When you finally reach the top the heat is immense and it bears its weight upon the audience. Manila is near capacity. The night starts off slowly with Kieron Brown (Bam Bam Brown) and Nicolai Roos (The Sleepers) laying down ‘This Lullaby’, a thick, atmospheric ballad. The crowd seems coiled spring-tight and ready to explode and when ‘Feel Good Hit of the Summer’ starts things truly kick off. Hundreds of people shout “Nicotine, Valium, Vicodin, Marijuana, Ecstasy and Alcohol” and stutter along on “C-C-C-C-C-Cocaine” in messy unison. As it ends Jeandre Swanepoel (De Wallen) quips, “I hate it when you start a set off with your shopping list.” The crowd erupts, and will continue to do so all night at the slightest provocation.
Dave Van Vuuren (Southern Wild) follows with a powerful rendition of ‘Vampyre Of Time And Memory’ baring his teeth against the backdrop of deep blue. He makes it clear that he considers this one of the greatest songs ever written and shows an ironclad knack for translating that conviction into sound with his ever-recognisable timbre. You can feel the goosebumps forming on people around you.
All the QOTSA staples have their turn, but B-sides are thrown in for good measure. One of the most obscure is a cover of ‘New Fang’ by Them Crooked Vultures sung by Kieron Brown with no vocal punches pulled. Seeing as how the original band features one member each from Led Zeppelin, Nirvana and Queens of the Stone Age it’s an ambitious move. Fortunately everyone on stage proves themselves to be up to the task time and the crowd stays ravenous.

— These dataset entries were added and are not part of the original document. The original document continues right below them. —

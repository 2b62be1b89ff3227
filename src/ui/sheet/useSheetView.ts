/** Tells the write-a-block line what is seen of the sheet. */

import { useEffect } from 'react';
import { useReactFlow } from 'reactflow';
import { setSheetView } from '../write-line/sheet-view.ts';

/** Pixels that a revealed block keeps from the edge: half a wide block and its label. */
const EDGE = 110;

const MILLISECONDS = 160;

export function useSheetView(): void {
  const flow = useReactFlow();
  useEffect(() => {
    const at = (across: number, down: number): [number, number] => {
      const box = visibleBox();
      const { x, y } = flow.screenToFlowPosition({
        x: box.left + across * (box.right - box.left),
        y: box.top + down * (box.bottom - box.top),
      });
      return [x, y];
    };
    setSheetView({
      start: () => at(0.12, 0.35),
      centre: () => at(0.5, 0.5),
      reveal: ([x, y]) => {
        const box = visibleBox();
        const place = flow.flowToScreenPosition({ x, y });
        const dx = beyond(place.x, box.left + EDGE, box.right - EDGE);
        const dy = beyond(place.y, box.top + EDGE / 2, box.bottom - EDGE / 2);
        if (dx === 0 && dy === 0) return;
        const { x: left, y: top, zoom } = flow.getViewport();
        const still = window.matchMedia('(prefers-reduced-motion: reduce)').matches;
        void flow.setViewport({ x: left - dx, y: top - dy, zoom }, still ? {} : { duration: MILLISECONDS });
      },
    });
  }, [flow]);
}

/** The sheet above the write-a-block line, in pixels of the window. */
function visibleBox(): { left: number; top: number; right: number; bottom: number } {
  const box = document.querySelector('.sheet')?.getBoundingClientRect() ?? new DOMRect();
  const line = document.querySelector('.write-line')?.getBoundingClientRect();
  const bottom = line === undefined || line.top > box.bottom ? box.bottom : line.top;
  return { left: box.left, top: box.top, right: box.right, bottom };
}

/** How far a value lies outside a range, signed. */
function beyond(value: number, low: number, high: number): number {
  return value < low ? value - low : Math.max(0, value - high);
}
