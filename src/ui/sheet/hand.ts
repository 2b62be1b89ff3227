/** What answers the hand on the sheet, in one part that is loaded right after the drawing: wires drawn, parts and blocks let go, grips, fields. */

import { straightenWires } from '../commands/bend-chosen.ts';
import { dropBlock, placePartInWire } from '../commands/insert-in-wire.ts';
import { AlignmentLines } from './AlignmentLines.tsx';
import { BendGrips } from './BendGrips.tsx';
import { BlockFields } from './BlockFields.tsx';
import { DropTarget } from './DropTarget.tsx';
import { connect, dropDrawnWire } from './drop-wire.ts';
import { EndGrips } from './EndGrips.tsx';

export const HAND = {
  connect,
  dropDrawnWire,
  dropBlock,
  placePartInWire,
  straightenWires,
  AlignmentLines,
  BendGrips,
  BlockFields,
  DropTarget,
  EndGrips,
} as const;
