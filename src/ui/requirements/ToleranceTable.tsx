/** The tolerance of every parameter, to be written: `10 %`, or an amount in the parameter's unit. */

import { useState } from 'react';
import { formatUnit, MathName, RaisedText } from '../figures/index.ts';
import { actions, type State, useStore } from '../store/index.ts';
import { TextField } from '../title-block/TextField.tsx';

const parameters = (state: State) => state.document.diagram.parameters;

export function ToleranceTable() {
  const all = useStore(parameters);
  const count = all.filter(({ tolerance }) => tolerance !== undefined).length;
  // Open at first where there is none; from then on as the hand has it.
  const [isOpen, setOpen] = useState(count === 0);
  return (
    <details className="tolerance-table" open={isOpen} onToggle={event => setOpen(event.currentTarget.open)}>
      <summary>
        {count === 0 ? 'No parameter has a tolerance yet' : `Tolerances: ${count} of ${all.length} parameters have one`}
      </summary>
      <table className="requirement-table" aria-label="Tolerances">
        <thead>
          <tr>
            <th scope="col">parameter</th>
            <th scope="col">value</th>
            <th scope="col">plus or minus</th>
          </tr>
        </thead>
        <tbody>
          {all.map(({ name, value, unit = '', tolerance = '' }) => (
            <tr key={name}>
              <th scope="row">
                <MathName name={name} />
              </th>
              <td>
                {value} <RaisedText text={formatUnit(unit)} />
              </td>
              <td>
                <TextField
                  label={`Tolerance of ${name}`}
                  text={tolerance}
                  placeholder="10 %"
                  className="field tolerance-field"
                  onCommit={text => actions.edit({ kind: 'setParameter', name, tolerance: text })}
                />
              </td>
            </tr>
          ))}
        </tbody>
      </table>
    </details>
  );
}
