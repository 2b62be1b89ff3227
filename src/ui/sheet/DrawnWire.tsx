/** The wire under the hand while it is drawn: at right angles, from its port to the pointer. */

import type { ConnectionLineComponentProps, Position } from 'reactflow';
import type { Side } from '../../diagram/geometry/index.ts';
import { elbowRoute } from '../../diagram/routing/index.ts';
import { arrowHead, wirePath } from './wire-path.ts';

const SIDES: Readonly<Record<Position, Side>> = { left: 'left', right: 'right', top: 'top', bottom: 'bottom' };

export function DrawnWire({ fromX, fromY, toX, toY, fromHandle, toPosition }: ConnectionLineComponentProps) {
  const here = { x: fromX, y: fromY, side: SIDES[fromHandle.position] };
  const there = { x: toX, y: toY, side: SIDES[toPosition] };
  const points = fromHandle.type === 'target' ? elbowRoute(there, here) : elbowRoute(here, there);
  return (
    <g>
      <path className="wire wire-drawn" d={wirePath(points)} />
      <path className="wire-head wire-drawn" d={arrowHead(points)} />
    </g>
  );
}
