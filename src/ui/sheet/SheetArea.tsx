/** The left of the page: the sheet with its commands, the title block in its corner, the write-a-block line below. */

import './sheet.css';
import './sheet-tools.css';
import { ReactFlowProvider } from 'reactflow';
import { TitleBlock } from '../title-block/TitleBlock.tsx';
import { WriteLine } from '../write-line/WriteLine.tsx';
import { BlockCard } from './BlockCard.tsx';
import { FindField } from './FindField.tsx';
import { Sheet } from './Sheet.tsx';
import { SheetToolbar } from './SheetToolbar.tsx';

export function SheetArea() {
  return (
    <ReactFlowProvider>
      <section className="sheet-area" aria-label="Sheet">
        <SheetToolbar />
        <FindField />
        <Sheet />
        <BlockCard />
        <TitleBlock />
        <WriteLine />
      </section>
    </ReactFlowProvider>
  );
}
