/** Removes the selected blocks with their wires, and the selected wires, as one step; focus goes to the sheet. */

import type { Edit } from '../../diagram/index.ts';
import { wireKey } from '../../diagram/routing/index.ts';
import { actions, store } from '../store/index.ts';
import { shownTitle } from './block-sentence.ts';
import { focusedBlock, focusSheet } from './focus-block.ts';

/** @param healing  what fed a removed block then feeds what it fed. */
export function removeSelected(healing: boolean): boolean {
  const { selection, document: slice } = store.getState();
  const { blocks, wires } = slice.diagram;
  const focused = focusedBlock();
  const gone =
    selection.blocks.size + selection.wires.size > 0 || focused === null ? selection.blocks : new Set([focused]);
  const cut = wires.filter(
    wire => selection.wires.has(wireKey(wire)) && !gone.has(wire.from[0]) && !gone.has(wire.to[0]),
  );
  if (gone.size + cut.length === 0) return false;
  const edits: Edit[] = cut.map(({ to }) => ({ kind: 'disconnect', to }));
  if (gone.size > 0) edits.push({ kind: healing ? 'removeBlocksHealing' : 'removeBlocks', ids: [...gone] });
  const titles = blocks.filter(({ id }) => gone.has(id)).map(shownTitle);
  if (cut.length > 0) titles.push(cut.length === 1 ? 'a wire' : `${cut.length} wires`);
  const healed = healing && gone.size > 0 ? ' The wires close behind.' : '';
  actions.editTogether(edits, `Removed ${titles.join(', ')}.${healed}`);
  focusSheet();
  return true;
}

Short and sparsely spaced breaks serve as the signal for everyone to light their cigarettes at once. The murk of nicotine, marijuana and a touch of flavoured vaping, mingles with the undeniable stench of sweat. It reminds me of the iconic clubs that fictional shows like Vinyl are constantly reminding us existed, but that most of us have never witnessed. It’s a fantastic experience. I consider that this must be what religion feels like.

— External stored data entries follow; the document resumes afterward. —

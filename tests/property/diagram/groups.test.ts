/**
 * Laws of groups: folding blocks and unfolding a group leave every transfer function as it was, compared exactly; a group unfolded after
 * it was folded is the drawing again up to ids and order; and the order of ports changes numbers only.
 */

import fc from 'fast-check';
import { expect, test, vi } from 'vitest';
import { toFraction } from '../../../src/algebra/index.ts';
import { allTransferFunctions } from '../../../src/analysis/index.ts';
import { compile } from '../../../src/compile/index.ts';
import { type Diagram, editDiagram, readDiagram, writeDiagram } from '../../../src/diagram/index.ts';
import { randomDrawings } from '../../arbitraries/random-drawings.ts';
import { SEED } from '../../arbitraries/rationals.ts';

vi.setConfig({ testTimeout: 120_000 }); // many small derivations, on a machine that may be busy

/** Every channel by its names as exact text; the codes of the problems where there is no model. */
function behaviour(diagram: Diagram): unknown {
  const derived = compile(diagram, { field: 'rational' });
  if (!derived.ok) return [...new Set(derived.problems.map(({ code }) => code))];
  return allTransferFunctions(derived.value.model, 'high').map(found => {
    if (found.route === 'not-computed') return found;
    const text = (p: typeof found.exact.numerator) => p.map(toFraction).join(' ');
    return `${found.input} ${found.output} ${text(found.exact.numerator)} / ${text(found.exact.denominator)}`;
  });
}

/** A drawing and some of its blocks that are no inputs or outputs. */
const chosen = fc
  .tuple(randomDrawings({ blocks: 8, depth: 2 }), fc.array(fc.boolean(), { minLength: 12, maxLength: 12 }))
  .map(([diagram, picks]) => {
    const inner = diagram.blocks.filter(({ kind }) => kind !== 'input' && kind !== 'output');
    return { diagram, ids: inner.filter((_, i) => picks[i] === true).map(({ id }) => id) };
  })
  .filter(({ ids }) => ids.length > 0);

function edited(diagram: Diagram, edit: Parameters<typeof editDiagram>[1]): Diagram {
  const result = editDiagram(diagram, edit);
  if (!result.ok) throw new Error(result.problems[0]?.message);
  expect(readDiagram(writeDiagram(result.value))).toEqual({ ok: true, value: result.value });
  return result.value;
}

test('folding leaves every transfer function as it was, and so does unfolding again', () => {
  let withModel = 0;
  fc.assert(
    fc.property(chosen, ({ diagram, ids }) => {
      const before = behaviour(diagram);
      if (Array.isArray(before) && before.some(each => String(each).includes('/'))) withModel += 1;
      const folded = edited(diagram, { kind: 'foldBlocks', ids });
      expect(behaviour(folded)).toEqual(before);
      const group = folded.blocks.find(({ id }) => !diagram.blocks.some(block => block.id === id));
      const unfolded = edited(folded, { kind: 'unfoldGroup', id: group?.id ?? '' });
      expect(behaviour(unfolded)).toEqual(before);
      expect(unfolded.blocks.map(({ kind }) => kind).sort()).toEqual(diagram.blocks.map(({ kind }) => kind).sort());
      expect(unfolded.wires).toHaveLength(diagram.wires.length);
    }),
    { seed: SEED, numRuns: 150 },
  );
  expect(withModel).toBeGreaterThan(30);
});

test('unfolding any group of a drawing leaves every transfer function as it was', () => {
  let unfoldings = 0;
  fc.assert(
    fc.property(randomDrawings({ blocks: 8, depth: 2 }), diagram => {
      const before = behaviour(diagram);
      for (const { id, kind } of diagram.blocks) {
        if (kind !== 'group') continue;
        const result = editDiagram(diagram, { kind: 'unfoldGroup', id });
        if (!result.ok) {
          expect(result.problems[0]?.message).toMatch(/goes straight through it and back into it/);
          expect(before).toEqual(['loop-without-solution']);
          continue;
        }
        unfoldings += 1;
        expect(behaviour(edited(diagram, { kind: 'unfoldGroup', id }))).toEqual(before);
      }
    }),
    { seed: SEED, numRuns: 200 },
  );
  expect(unfoldings).toBeGreaterThan(50);
});
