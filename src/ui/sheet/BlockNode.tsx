/** One block on the sheet: its drawing, its ports for the hand, what is open or wrong about it, its fields when they are edited. */

import { memo } from 'react';
import { Handle, type NodeProps } from 'reactflow';
import { type BlockGeometry, blockDrawing, type PortPlace, type Side } from '../../diagram/geometry/index.ts';
import type { Block } from '../../diagram/index.ts';
import { type State, useStore } from '../store/index.ts';
import { formatValue } from '../title-block/format-value.ts';
import { useHand } from './load-hand.ts';
import { ShapeView } from './ShapeView.tsx';
import { useBlockMark } from './useBlockMark.ts';
import { type BlockFlowNode, FLOW_SIDE } from './useSheetNodes.ts';

export const BlockNode = memo(function BlockNode({ id, data, selected }: NodeProps<BlockFlowNode>) {
  const { block, geometry, openPorts } = data;
  const value = useStore((state: State) => state.results.values.blocks[id]);
  const isEditing = useStore((state: State) => state.view.editing === id);
  const mark = useBlockMark(id);
  const shownValue = value === undefined ? undefined : formatValue(value);
  const { width, height } = geometry.box;
  return (
    <div
      className={`block${selected ? ' block-selected' : ''}${mark === null ? '' : ` block-${mark}`}`}
      style={{ width, height }}
    >
      <svg className="block-drawing" width={width} height={height} aria-hidden="true">
        <g transform={`translate(${width / 2} ${height / 2})`}>
          {geometry.outline === 'terminal' && <circle className="block-reach" r={TERMINAL_REACH} />}
          {Array.from(blockDrawing(block, geometry, shownValue).entries(), ([place, shape]) => (
            <ShapeView key={place} shape={shape} />
          ))}
          {openPorts.map(port => (
            <OpenPort key={port} place={geometry.inputs[port]} />
          ))}
        </g>
      </svg>
      <Ports geometry={geometry} />
      {isEditing && <Fields block={block} />}
    </div>
  );
});

function Fields({ block }: { readonly block: Block }) {
  const hand = useHand();
  return hand === null ? null : <hand.BlockFields block={block} />;
}

/** A ring at an input port that no wire reaches: it reads zero. */
function OpenPort({ place }: { readonly place: PortPlace | undefined }) {
  if (place === undefined) return null;
  return (
    <circle className="open-port" cx={place.x} cy={place.y} r={5}>
      <title>Not connected: reads zero.</title>
    </circle>
  );
}

const OUTWARD: Readonly<Record<Side, readonly [number, number]>> = {
  left: [-1, 0],
  right: [1, 0],
  top: [0, -1],
  bottom: [0, 1],
};

/** A terminal is smaller than a fingertip: it is taken hold of this far around, and its port is moved off it. */
const TERMINAL_REACH = 14;
const PORT_OFF = 9;

const Ports = memo(function Ports({ geometry }: { readonly geometry: BlockGeometry }) {
  const { width, height } = geometry.box;
  const off = geometry.outline === 'terminal' ? PORT_OFF : 0;
  const at = ({ x, y, side }: PortPlace) => {
    const [dx, dy] = OUTWARD[side];
    return { left: width / 2 + x + off * dx, top: height / 2 + y + off * dy };
  };
  return (
    <>
      {Array.from(geometry.inputs.entries(), ([port, place]) => (
        <Handle
          key={`in:${port}`}
          id={`in:${port}`}
          type="target"
          position={FLOW_SIDE[place.side]}
          className="port"
          style={at(place)}
        />
      ))}
      {Array.from(geometry.outputs.entries(), ([port, place]) => (
        <Handle
          key={`out:${port}`}
          id={`out:${port}`}
          type="source"
          position={FLOW_SIDE[place.side]}
          className="port"
          style={at(place)}
        />
      ))}
    </>
  );
});
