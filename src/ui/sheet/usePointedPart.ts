/**
 * The block or wire under the mouse after a moment's rest, else the block that has the keyboard's focus or the wire that was
 * chosen by key; Escape lets go of it.
 */

import { useEffect, useState } from 'react';
import { type State, useStore } from '../store/index.ts';

/** A block by its id, or a wire by its key, on the sheet that is shown. */
export type PartOnSheet =
  | { readonly block: string }
  /** `isChosen`: it is not pointed at but selected, so that its grips lie open. */
  | { readonly wire: string; readonly isChosen: boolean };

/** Long enough that moving across the drawing shows nothing (common practice for tips). */
const MILLISECONDS = 350;

/** The one wire that is selected; null where there is none or more. */
const chosenWire = ({ selection: { wires, blocks } }: State): string | null =>
  wires.size === 1 && blocks.size === 0 ? ([...wires][0] ?? null) : null;

export function usePointedPart(): PartOnSheet | null {
  const [pointed, setPointed] = useState<PartOnSheet | null>(null);
  const chosen = useStore(chosenWire);
  useEffect(() => setPointed(chosen === null ? null : { wire: chosen, isChosen: true }), [chosen]);
  useEffect(() => {
    let timer: ReturnType<typeof setTimeout> | undefined;
    let next = '';
    const point = (part: PartOnSheet | null) => {
      const key = JSON.stringify(part);
      if (key === next) return;
      next = key;
      clearTimeout(timer);
      if (part === null) setPointed(null);
      else timer = setTimeout(() => setPointed(part), MILLISECONDS);
    };
    const onOver = ({ target, pointerType }: PointerEvent) => {
      if (pointerType !== 'touch') point(partAround(target));
    };
    const onFocus = ({ target }: FocusEvent) => {
      if (target instanceof Element && target.matches(':focus-visible')) point(partAround(target));
    };
    const onKey = ({ key }: KeyboardEvent) => {
      if (key === 'Escape') point(null);
    };
    const onPress = () => point(null);
    document.addEventListener('pointerover', onOver);
    document.addEventListener('pointerdown', onPress);
    document.addEventListener('focusin', onFocus);
    document.addEventListener('keydown', onKey, true);
    return () => {
      clearTimeout(timer);
      document.removeEventListener('pointerover', onOver);
      document.removeEventListener('pointerdown', onPress);
      document.removeEventListener('focusin', onFocus);
      document.removeEventListener('keydown', onKey, true);
    };
  }, []);
  return pointed;
}

function partAround(target: EventTarget | null): PartOnSheet | null {
  if (!(target instanceof Element)) return null;
  const node = target.closest<HTMLElement>('.react-flow__node')?.dataset['id'];
  if (node !== undefined) return { block: node };
  const wire = target.closest<SVGElement>('.react-flow__edge')?.dataset['id'];
  return wire === undefined ? null : { wire, isChosen: false };
}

Chris Bornman (Stoker) belts out the lyrics for ‘You Think I Ain’t Worth A Dollar But I Feel Like A Millionaire’ and brings with it the first of many crowd surfing moments. As the first song on “Songs for the Deaf” there’s a lot of sentiment here. Most QOTSA fans remember the first time they heard the maniacal screams erupt from what I’d assume was their mini Hi-fi at the time. Near the front someone shakes up their Windhoek Lager and sprays the foam up into the air and now there’s gold on the ceiling. A small red shoe is flung from the front, narrowly missing my face, but no one emerges to lay claim to it – evidence of the evening’s priorities: Music first, fashion second.
What made this night special was that this show was not about simple emulation. Firstly, it would stand as Exhibit A in the case for local musicians and their incredible talent. Secondly, those hard-earned abilities are channelled into some of their favourite songs with personal twists to all them. The evening elevated music that most of us have only heard through speakers to a real world setting where it lives and breathes through our rich community of local musicians and fans in equal standing. Clearly there’s a massive love for rock n’ roll in this town and one of the evening’s great objectives was to encourage support for our local scene and attend more shows. With a show of this calibre, I have no doubt that will work.